→ **TASK STATEMENT**
Among the records, which lines include "NewNearTree"? List them.

====

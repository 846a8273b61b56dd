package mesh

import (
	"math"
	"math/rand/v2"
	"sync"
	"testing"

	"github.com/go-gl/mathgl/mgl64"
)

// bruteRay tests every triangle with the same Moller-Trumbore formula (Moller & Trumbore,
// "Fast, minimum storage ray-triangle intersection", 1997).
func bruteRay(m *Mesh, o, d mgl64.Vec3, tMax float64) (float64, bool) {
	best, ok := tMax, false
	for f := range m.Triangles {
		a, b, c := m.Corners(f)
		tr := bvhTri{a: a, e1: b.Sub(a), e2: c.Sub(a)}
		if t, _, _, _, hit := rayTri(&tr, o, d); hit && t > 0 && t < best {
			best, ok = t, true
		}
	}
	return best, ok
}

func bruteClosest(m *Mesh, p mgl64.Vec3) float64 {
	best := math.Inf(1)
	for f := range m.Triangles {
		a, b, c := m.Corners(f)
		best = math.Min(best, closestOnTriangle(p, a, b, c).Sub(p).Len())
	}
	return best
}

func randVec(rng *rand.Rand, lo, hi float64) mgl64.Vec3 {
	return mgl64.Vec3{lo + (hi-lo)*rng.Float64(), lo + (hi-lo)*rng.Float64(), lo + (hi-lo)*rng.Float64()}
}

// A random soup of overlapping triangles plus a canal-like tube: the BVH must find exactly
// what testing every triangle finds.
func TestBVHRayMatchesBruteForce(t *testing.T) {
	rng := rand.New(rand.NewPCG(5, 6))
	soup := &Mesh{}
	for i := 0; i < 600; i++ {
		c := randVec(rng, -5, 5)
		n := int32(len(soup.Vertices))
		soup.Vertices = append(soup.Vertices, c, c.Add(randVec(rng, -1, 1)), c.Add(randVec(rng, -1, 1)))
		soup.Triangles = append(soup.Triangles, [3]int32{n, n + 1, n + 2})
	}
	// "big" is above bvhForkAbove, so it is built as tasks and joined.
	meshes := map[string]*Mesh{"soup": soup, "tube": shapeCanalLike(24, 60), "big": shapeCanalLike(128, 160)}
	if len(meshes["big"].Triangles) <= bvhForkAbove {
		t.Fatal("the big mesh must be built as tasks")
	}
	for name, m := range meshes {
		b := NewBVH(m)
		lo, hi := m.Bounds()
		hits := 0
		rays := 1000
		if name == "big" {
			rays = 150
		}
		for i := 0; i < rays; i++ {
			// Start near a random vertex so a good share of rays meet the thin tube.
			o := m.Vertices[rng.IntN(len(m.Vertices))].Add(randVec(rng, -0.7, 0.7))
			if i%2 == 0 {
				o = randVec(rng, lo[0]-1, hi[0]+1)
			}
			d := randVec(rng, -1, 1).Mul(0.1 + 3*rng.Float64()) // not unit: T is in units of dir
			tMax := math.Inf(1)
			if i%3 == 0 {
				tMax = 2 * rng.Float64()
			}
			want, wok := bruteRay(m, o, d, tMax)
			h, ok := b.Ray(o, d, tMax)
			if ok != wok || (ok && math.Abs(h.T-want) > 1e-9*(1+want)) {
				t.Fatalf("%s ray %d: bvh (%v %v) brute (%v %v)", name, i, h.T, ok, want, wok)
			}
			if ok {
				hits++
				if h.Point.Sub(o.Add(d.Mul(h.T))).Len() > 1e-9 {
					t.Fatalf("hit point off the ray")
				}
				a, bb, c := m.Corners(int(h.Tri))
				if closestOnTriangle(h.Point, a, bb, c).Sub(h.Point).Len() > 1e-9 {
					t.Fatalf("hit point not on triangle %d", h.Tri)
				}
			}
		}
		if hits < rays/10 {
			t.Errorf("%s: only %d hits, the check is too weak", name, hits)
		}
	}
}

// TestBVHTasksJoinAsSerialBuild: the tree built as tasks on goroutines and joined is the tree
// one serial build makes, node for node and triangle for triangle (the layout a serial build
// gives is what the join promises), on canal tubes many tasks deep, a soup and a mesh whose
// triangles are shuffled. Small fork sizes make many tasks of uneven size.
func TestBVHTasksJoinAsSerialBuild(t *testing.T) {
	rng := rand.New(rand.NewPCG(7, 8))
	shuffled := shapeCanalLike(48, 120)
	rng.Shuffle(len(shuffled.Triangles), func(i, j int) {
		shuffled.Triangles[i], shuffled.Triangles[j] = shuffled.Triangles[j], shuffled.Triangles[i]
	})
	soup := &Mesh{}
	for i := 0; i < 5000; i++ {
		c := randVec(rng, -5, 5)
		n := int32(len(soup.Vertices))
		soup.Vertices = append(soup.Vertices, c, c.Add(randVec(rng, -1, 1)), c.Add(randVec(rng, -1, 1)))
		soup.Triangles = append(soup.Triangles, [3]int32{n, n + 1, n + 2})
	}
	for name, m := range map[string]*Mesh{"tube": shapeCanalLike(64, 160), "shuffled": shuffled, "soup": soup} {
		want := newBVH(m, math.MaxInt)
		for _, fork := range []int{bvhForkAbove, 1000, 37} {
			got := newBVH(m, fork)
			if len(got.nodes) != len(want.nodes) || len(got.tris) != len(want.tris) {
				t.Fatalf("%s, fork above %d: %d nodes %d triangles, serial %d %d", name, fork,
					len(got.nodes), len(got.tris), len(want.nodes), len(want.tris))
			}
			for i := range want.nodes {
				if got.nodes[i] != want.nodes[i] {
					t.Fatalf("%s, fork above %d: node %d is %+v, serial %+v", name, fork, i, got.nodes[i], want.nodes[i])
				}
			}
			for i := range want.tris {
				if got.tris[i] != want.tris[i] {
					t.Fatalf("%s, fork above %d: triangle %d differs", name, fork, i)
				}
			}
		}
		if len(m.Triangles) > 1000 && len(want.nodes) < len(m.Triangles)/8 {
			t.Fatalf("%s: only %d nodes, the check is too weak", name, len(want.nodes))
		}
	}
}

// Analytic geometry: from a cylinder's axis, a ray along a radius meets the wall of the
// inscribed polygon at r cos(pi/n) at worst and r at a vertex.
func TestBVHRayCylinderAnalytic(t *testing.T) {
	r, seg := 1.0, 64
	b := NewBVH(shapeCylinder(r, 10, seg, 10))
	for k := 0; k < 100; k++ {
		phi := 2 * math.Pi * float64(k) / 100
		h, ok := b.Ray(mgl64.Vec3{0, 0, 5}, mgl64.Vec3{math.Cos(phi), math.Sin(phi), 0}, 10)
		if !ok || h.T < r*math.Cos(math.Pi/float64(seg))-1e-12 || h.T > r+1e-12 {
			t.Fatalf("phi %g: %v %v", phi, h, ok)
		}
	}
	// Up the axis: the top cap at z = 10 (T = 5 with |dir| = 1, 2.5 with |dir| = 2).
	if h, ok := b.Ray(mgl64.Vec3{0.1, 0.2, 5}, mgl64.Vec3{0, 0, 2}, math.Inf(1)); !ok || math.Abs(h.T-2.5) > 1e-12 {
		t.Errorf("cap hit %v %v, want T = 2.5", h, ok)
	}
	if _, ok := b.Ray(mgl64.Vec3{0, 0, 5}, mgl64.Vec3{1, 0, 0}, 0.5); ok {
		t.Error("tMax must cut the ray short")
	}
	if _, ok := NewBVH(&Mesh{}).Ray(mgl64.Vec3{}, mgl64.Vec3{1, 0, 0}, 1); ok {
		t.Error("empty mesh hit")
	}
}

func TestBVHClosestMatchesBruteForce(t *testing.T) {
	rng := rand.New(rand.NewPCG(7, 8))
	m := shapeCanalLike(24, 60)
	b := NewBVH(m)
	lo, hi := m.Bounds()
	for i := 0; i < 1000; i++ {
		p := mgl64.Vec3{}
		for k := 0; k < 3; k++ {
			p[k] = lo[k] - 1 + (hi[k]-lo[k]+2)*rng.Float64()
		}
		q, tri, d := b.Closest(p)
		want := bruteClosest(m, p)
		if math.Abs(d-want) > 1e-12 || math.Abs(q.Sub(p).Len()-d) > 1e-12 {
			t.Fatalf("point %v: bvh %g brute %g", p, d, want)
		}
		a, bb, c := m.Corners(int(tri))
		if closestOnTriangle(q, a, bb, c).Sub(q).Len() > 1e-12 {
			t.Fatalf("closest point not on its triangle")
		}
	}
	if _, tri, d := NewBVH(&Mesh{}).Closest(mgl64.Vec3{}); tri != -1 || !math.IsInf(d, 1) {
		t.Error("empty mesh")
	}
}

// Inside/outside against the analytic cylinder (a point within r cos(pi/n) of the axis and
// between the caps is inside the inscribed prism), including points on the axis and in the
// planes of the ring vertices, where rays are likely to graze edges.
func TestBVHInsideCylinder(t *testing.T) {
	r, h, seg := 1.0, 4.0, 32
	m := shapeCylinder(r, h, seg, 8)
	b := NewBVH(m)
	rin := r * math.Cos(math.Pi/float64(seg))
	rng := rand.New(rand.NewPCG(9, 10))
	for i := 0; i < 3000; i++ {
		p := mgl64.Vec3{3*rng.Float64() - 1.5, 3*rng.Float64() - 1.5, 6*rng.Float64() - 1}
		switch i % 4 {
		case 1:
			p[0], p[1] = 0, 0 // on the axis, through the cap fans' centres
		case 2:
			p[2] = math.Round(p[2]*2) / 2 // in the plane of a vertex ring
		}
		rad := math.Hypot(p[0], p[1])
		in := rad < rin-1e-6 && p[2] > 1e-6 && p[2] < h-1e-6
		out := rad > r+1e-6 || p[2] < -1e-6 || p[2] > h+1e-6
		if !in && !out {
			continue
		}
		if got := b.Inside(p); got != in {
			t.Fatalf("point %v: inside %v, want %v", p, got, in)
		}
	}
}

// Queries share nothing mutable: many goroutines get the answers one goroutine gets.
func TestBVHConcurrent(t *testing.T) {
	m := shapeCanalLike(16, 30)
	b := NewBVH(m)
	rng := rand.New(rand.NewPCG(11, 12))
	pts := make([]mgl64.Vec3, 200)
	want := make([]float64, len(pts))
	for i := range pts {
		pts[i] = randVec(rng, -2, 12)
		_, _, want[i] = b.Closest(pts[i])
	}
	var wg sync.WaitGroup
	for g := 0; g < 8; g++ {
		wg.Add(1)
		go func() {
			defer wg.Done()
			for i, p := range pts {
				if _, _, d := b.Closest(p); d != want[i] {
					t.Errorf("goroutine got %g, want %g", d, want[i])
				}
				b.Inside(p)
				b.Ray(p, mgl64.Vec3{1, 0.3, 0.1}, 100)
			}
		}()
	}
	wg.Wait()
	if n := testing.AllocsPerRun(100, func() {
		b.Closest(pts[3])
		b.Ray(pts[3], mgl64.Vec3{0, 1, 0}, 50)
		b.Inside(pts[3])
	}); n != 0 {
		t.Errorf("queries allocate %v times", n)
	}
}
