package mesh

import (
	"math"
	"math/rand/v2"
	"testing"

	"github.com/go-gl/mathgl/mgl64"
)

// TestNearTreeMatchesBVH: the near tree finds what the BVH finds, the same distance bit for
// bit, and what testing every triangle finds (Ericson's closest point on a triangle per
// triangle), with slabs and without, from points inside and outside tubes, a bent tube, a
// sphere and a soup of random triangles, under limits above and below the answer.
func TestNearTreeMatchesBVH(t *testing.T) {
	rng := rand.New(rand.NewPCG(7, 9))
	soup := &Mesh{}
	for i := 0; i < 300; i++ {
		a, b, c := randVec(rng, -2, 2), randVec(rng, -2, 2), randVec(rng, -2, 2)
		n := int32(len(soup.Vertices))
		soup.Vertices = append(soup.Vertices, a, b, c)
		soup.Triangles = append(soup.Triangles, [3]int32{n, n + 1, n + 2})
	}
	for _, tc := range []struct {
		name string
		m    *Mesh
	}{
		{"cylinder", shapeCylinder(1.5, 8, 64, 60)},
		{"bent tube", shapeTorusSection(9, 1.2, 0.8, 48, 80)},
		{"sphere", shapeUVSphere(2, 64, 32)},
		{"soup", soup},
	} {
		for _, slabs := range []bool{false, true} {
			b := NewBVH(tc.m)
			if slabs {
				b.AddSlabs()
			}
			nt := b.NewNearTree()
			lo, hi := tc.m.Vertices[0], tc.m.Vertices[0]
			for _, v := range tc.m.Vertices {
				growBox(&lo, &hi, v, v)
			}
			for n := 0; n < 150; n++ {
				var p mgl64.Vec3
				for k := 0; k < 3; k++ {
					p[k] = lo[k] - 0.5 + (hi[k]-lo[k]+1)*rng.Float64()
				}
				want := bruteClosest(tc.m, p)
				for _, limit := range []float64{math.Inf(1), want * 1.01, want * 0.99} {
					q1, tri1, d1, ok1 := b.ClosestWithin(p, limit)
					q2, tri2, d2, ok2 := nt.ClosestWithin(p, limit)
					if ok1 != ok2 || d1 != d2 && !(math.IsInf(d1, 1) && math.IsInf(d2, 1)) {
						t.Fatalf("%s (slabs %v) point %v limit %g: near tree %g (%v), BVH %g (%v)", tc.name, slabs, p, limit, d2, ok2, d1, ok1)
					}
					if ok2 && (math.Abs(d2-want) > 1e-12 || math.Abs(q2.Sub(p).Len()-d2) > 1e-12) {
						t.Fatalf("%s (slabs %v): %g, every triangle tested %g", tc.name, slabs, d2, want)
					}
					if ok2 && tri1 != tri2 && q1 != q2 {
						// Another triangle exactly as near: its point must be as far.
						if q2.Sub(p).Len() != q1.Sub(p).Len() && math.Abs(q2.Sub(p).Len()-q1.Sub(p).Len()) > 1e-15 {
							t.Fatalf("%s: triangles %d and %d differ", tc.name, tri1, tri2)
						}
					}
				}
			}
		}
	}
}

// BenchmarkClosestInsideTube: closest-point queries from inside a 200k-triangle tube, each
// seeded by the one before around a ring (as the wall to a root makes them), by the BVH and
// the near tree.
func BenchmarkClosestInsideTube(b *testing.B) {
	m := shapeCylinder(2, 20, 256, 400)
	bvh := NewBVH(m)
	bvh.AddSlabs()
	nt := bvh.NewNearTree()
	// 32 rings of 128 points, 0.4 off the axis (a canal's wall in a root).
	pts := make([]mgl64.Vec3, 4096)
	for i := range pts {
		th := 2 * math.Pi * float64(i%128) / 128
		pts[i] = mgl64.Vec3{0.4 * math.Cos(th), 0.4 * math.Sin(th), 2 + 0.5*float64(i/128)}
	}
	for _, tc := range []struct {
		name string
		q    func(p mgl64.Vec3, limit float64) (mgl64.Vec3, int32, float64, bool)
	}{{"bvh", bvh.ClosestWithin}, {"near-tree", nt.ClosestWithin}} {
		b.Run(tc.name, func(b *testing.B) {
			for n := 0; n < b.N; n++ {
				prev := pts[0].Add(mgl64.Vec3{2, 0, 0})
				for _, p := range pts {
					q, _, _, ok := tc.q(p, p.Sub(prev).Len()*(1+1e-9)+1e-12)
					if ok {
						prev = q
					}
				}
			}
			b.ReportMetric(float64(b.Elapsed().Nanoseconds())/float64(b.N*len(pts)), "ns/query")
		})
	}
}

====

→ **ANSWER AREA**
			nt := b.NewNearTree()
	nt := bvh.NewNearTree()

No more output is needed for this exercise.